Posted: December 18th, 2020, 10:17 pm
by kiloran
---Preceding programme ends

---Cuts to the newsreader..."The PM says he cannot rule out another lockdown", followed by a quick snip of PM saying "I can't rule out another lockdown". "Join us shortly."

---A bunch of tedious adverts

---News programme starts. "Coming up (bong) "The PM says he cannot rule out another lockdown (Bong). Brexit talks are going to the wire (bong)"

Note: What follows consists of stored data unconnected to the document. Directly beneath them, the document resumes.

import { describe, expect, it } from "vitest";
import { assignFolds, mulberry32 } from "../src/tune/folds.js";
import { tune } from "../src/tune/tune.js";
import { syntheticSet } from "./tune-fixtures.js";

describe("folds", () => {
  it("mulberry32 is a fixed sequence per seed", () => {
    const a = mulberry32(1);
    const b = mulberry32(1);
    const xs = [a(), a(), a()];
    expect([b(), b(), b()]).toEqual(xs);
    for (const x of xs) expect(x >= 0 && x < 1).toBe(true);
    expect(mulberry32(2)()).not.toBe(xs[0]);
  });

  it("deals balanced folds", () => {
    const folds = assignFolds(23, 5, 1);
    const sizes = [0, 1, 2, 3, 4].map((f) => folds.filter((x) => x === f).length);
    expect(sizes.sort()).toEqual([4, 4, 5, 5, 5]);
    expect(assignFolds(23, 5, 1)).toEqual(folds);
    expect(assignFolds(23, 5, 2)).not.toEqual(folds);
  });
});

describe("tune", () => {
  // The defaults reward context and exact keys that this synthetic set does not always carry,
  // so a fitted model has room to do better.
  const data = syntheticSet(150, { seed: 11, noise: 0.12, missShare: 0.05 });

  it("is deterministic for a seed", () => {
    const a = tune(data, { folds: 3, seed: 5 });
    const b = tune(data, { folds: 3, seed: 5 });
    expect(b.config).toEqual(a.config);
    expect(b.figures).toEqual(a.figures);
    expect(b.perFold.map((f) => f.config)).toEqual(a.perFold.map((f) => f.config));
  });

  it("on a separable set, held-out F1 is at least the defaults'", () => {
    const r = tune(data);
    expect(r.folds).toBe(5);
    expect(r.perFold).toHaveLength(5);
    expect(r.perFold.reduce((s, f) => s + f.size, 0)).toBe(150);
    expect(r.figures.heldOut.linkF1).toBeGreaterThanOrEqual(r.figures.defaults.linkF1);
    expect(r.figures.heldOut.linkF1).toBeGreaterThan(0.9);
    expect(r.figures.inSample.linkF1).toBeGreaterThanOrEqual(r.figures.heldOut.linkF1 - 0.05);
    expect(r.fit.converged).toBe(true);
    expect(r.curve).toHaveLength(101);
    // the final config's in-sample figures are the chosen sweep point's
    expect(r.figures.inSample.linkF1).toBeCloseTo(r.chosen.linkF1, 12);
    expect(r.config.threshold).toBe(r.chosen.threshold);
    // blocking misses show up as candidate recall below 1, whatever the weights
    expect(r.reports.heldOut.candidateRecall.atAll).toBeLessThan(1);
    expect(r.pairs).toBeGreaterThan(r.positives);
  });

  it("supports recall at a minimum precision", () => {
    const r = tune(data, { folds: 3, objective: "recall-at-precision", minPrecision: 0.99 });
    expect(r.chosen.linkPrecision).toBeGreaterThanOrEqual(0.99);
    expect(r.minPrecision).toBe(0.99);
  });

  it("rejects bad options and data with nothing to learn", () => {
    expect(() => tune(data, { folds: 1 })).toThrow(/folds must be an integer >= 2/);
    expect(() => tune(data.slice(0, 3), { folds: 5 })).toThrow(/5 folds need at least 5 labeled mentions/);
    expect(() => tune(data, { objective: "recall-at-precision" })).toThrow(/needs minPrecision/);
    const nils = data.map((m) => ({ ...m, mention: { ...m.mention, gold: null } }));
    expect(() => tune(nils)).toThrow(/no candidate of any labeled mention is its gold entity/);
  });
});
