/**
 * buildKb and openKb: a good table builds a KB whose facts can be read back; every bad table is an
 * InputError naming file, line and column; a failed build leaves nothing behind; files that are not
 * (current) hawser KBs are refused with a clear message. All tables are invented.
 */
import { copyFileSync, existsSync, readdirSync, readFileSync } from "node:fs";
import Database from "better-sqlite3";
import { afterEach, beforeEach, describe, expect, it } from "vitest";
import { buildKb } from "../src/kb/build.js";
import { openKb } from "../src/kb/kb.js";
import { SCHEMA_VERSION } from "../src/kb/schema.js";
import { InputError, UsageError } from "../src/util/errors.js";
import { rejectsNaming, throwsInput } from "./helpers/errors.js";
import { GAZETTE_CSV, GAZETTE_ROWS, jsonl, tempDir, writeText } from "./helpers/gazette.js";

let t: ReturnType<typeof tempDir>;
beforeEach(() => {
  t = tempDir("hawser-kb-");
});
afterEach(() => t.cleanup());

const HEADER = "id,name,type,aliases,description,prior";
/** A CSV table: the header plus the given data lines. */
const csv = (...rows: string[]) => [HEADER, ...rows, ""].join("\n");

describe("buildKb on a good table", () => {
  it("counts entities, names and classes, and records them in the KB's meta", async () => {
    const table = writeText(t.file("gazette.csv"), GAZETTE_CSV);
    const s = await buildKb({ table, out: t.file("gazette.kb") });
    expect(s.entities).toBe(GAZETTE_ROWS);
    // 20 canonical names + 10 aliases written in the table's aliases column.
    expect(s.aliases).toBe(30);
    expect(s.byClass).toEqual({ person: 7, location: 6, organization: 6, other: 1 });
    expect(s.unknownTypes).toEqual({});
    expect(s.fingerprint).toMatch(/^[0-9a-f]{32}$/);

    const kb = openKb(t.file("gazette.kb"));
    try {
      expect(kb.info.format).toBe("hawser-kb");
      expect(kb.info.schemaVersion).toBe(SCHEMA_VERSION);
      expect(kb.info.fingerprint).toBe(s.fingerprint);
      expect(kb.info.entities).toBe(GAZETTE_ROWS);
      expect(kb.info.aliases).toBe(30);
      expect(kb.info.byClass).toEqual(s.byClass);
      expect(kb.info.sourceFile).toBe("gazette.csv");
      expect(kb.info.maxPrior).toBe(12000);
      // Attributes (the extra `port` column) come back with the entity row and in its details,
      // with the description; the aliases with the entity.
      const eid = kb.eidOf("P05");
      expect(eid).toBeDefined();
      const e = kb.entity(eid!);
      expect(e.name).toBe("Ezra Quillon Marsh");
      expect(e.attributes).toEqual({ port: "Fort Carrow" });
      expect(kb.details(eid!)).toEqual({
        description: "wharfinger at the coal staithes",
        attributes: { port: "Fort Carrow" },
      });
      expect(e.aliases.map((a) => a.text)).toEqual(["Ezra Quillon Marsh", "Quillon Marsh"]);
    } finally {
      kb.close();
    }
  });

  it("gives two builds of the same file the same fingerprint, and a changed file another", async () => {
    const table = writeText(t.file("gazette.csv"), GAZETTE_CSV);
    const a = await buildKb({ table, out: t.file("a.kb") });
    const b = await buildKb({ table, out: t.file("b.kb") });
    expect(a.fingerprint).toBe(b.fingerprint);
    const ia = openKb(t.file("a.kb"));
    const ib = openKb(t.file("b.kb"));
    expect(ia.info.fingerprint).toBe(ib.info.fingerprint);
    ia.close();
    ib.close();
    writeText(table, GAZETTE_CSV.replace("Stenmoor,village", "Stenmoor,town"));
    const c = await buildKb({ table, out: t.file("c.kb") });
    expect(c.fingerprint).not.toBe(a.fingerprint);
  });

  it("reads TSV and JSONL tables (JSONL aliases as an array, TSV aliases |-separated)", async () => {
    const tsv = writeText(
      t.file("towns.tsv"),
      "id\tname\ttype\taliases\tprior\nL1\tFort Carrow\ttown\tFt. Carrow|Carrow\t4000\nL2\tStenmoor\tvillage\t\t800\n",
    );
    const s1 = await buildKb({ table: tsv, out: t.file("tsv.kb") });
    expect(s1.entities).toBe(2);
    expect(s1.aliases).toBe(4);
    expect(s1.byClass).toEqual({ location: 2 });

    const table = writeText(
      t.file("people.jsonl"),
      jsonl([
        { id: "P1", name: "Josiah Hale Aldous", type: "person", aliases: ["Capt. Aldous"], prior: 3 },
        { id: "P2", name: "Wenna Belle", type: "vessel", description: "steam packet", tonnage: 212 },
      ]),
    );
    const s2 = await buildKb({ table, out: t.file("jsonl.kb") });
    expect(s2.entities).toBe(2);
    expect(s2.aliases).toBe(3);
    expect(s2.byClass).toEqual({ person: 1, other: 1 });
    const kb = openKb(t.file("jsonl.kb"));
    expect(kb.details(kb.eidOf("P2")!).attributes).toEqual({ tonnage: "212" });
    kb.close();
  });

  it("reports table types the label map does not know, indexed as class other", async () => {
    const table = writeText(t.file("t.csv"), csv("X1,Carrow Weir,sluice,,,"));
    const s = await buildKb({ table, out: t.file("t.kb") });
    expect(s.unknownTypes).toEqual({ sluice: 1 });
    expect(s.byClass).toEqual({ other: 1 });
  });

  it("warns of an attribute column that looks like an optional column the table leaves empty", async () => {
    const table = writeText(
      t.file("towns.csv"),
      "id,name,type,population,synonyms\nT1,Harrowmouth,town,48210,Harrow Mouth\nT2,Stenmouth,town,6240,\n",
    );
    const s = await buildKb({ table, out: t.file("towns.kb") });
    expect(s.columnWarnings).toHaveLength(2);
    expect(s.columnWarnings.join(" ")).toMatch(/"synonyms".*"aliases"/);
    expect(s.columnWarnings.join(" ")).toMatch(/"population".*"prior"/);
    // The gazette fills its aliases, prior and description: nothing to say.
    const gazette = await buildKb({ table: writeText(t.file("g.csv"), GAZETTE_CSV), out: t.file("g.kb") });
    expect(gazette.columnWarnings).toEqual([]);
  });
});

---The main program finally starts

---Newsreader.... "The PM says he cannot rule out another lockdown", followed by a quick snip of PM saying "I can't rule out another lockdown"
---Newsreader...... "Let's go to our reporter Joe Bloggs in Little Widdle on the Marsh. Joe, so the PM is saying that he cannot rule out another lockdown?"
---Joe Bloggs...... "That's right, I spoke to the PM earlier and he said that he cannot rule out another lockdown". Cuts to a snip of the PM saying "I can't rule out another lockdown"

Me.... throws brick and sundry insults at the telly

--kiloran

Re: The News

Posted: December 18th, 2020, 10:20 pm
by AsleepInYorkshire
kiloran wrote:---Preceding programme ends

---Cuts to the newsreader..."The PM says he cannot rule out another lockdown", followed by a quick snip of PM saying "I can't rule out another lockdown". "Join us shortly."

---A bunch of tedious adverts

---News programme starts. "Coming up (bong) "The PM says he cannot rule out another lockdown (Bong). Brexit talks are going to the wire (bong)"

---The main program finally starts

---Newsreader.... "The PM says he cannot rule out another lockdown", followed by a quick snip of PM saying "I can't rule out another lockdown"
---Newsreader...... "Let's go to our reporter Joe Bloggs in Little Widdle on the Marsh. Joe, so the PM is saying that he cannot rule out another lockdown?"
---Joe Bloggs...... "That's right, I spoke to the PM earlier and he said that he cannot rule out another lockdown". Cuts to a snip of the PM saying "I can't rule out another lockdown"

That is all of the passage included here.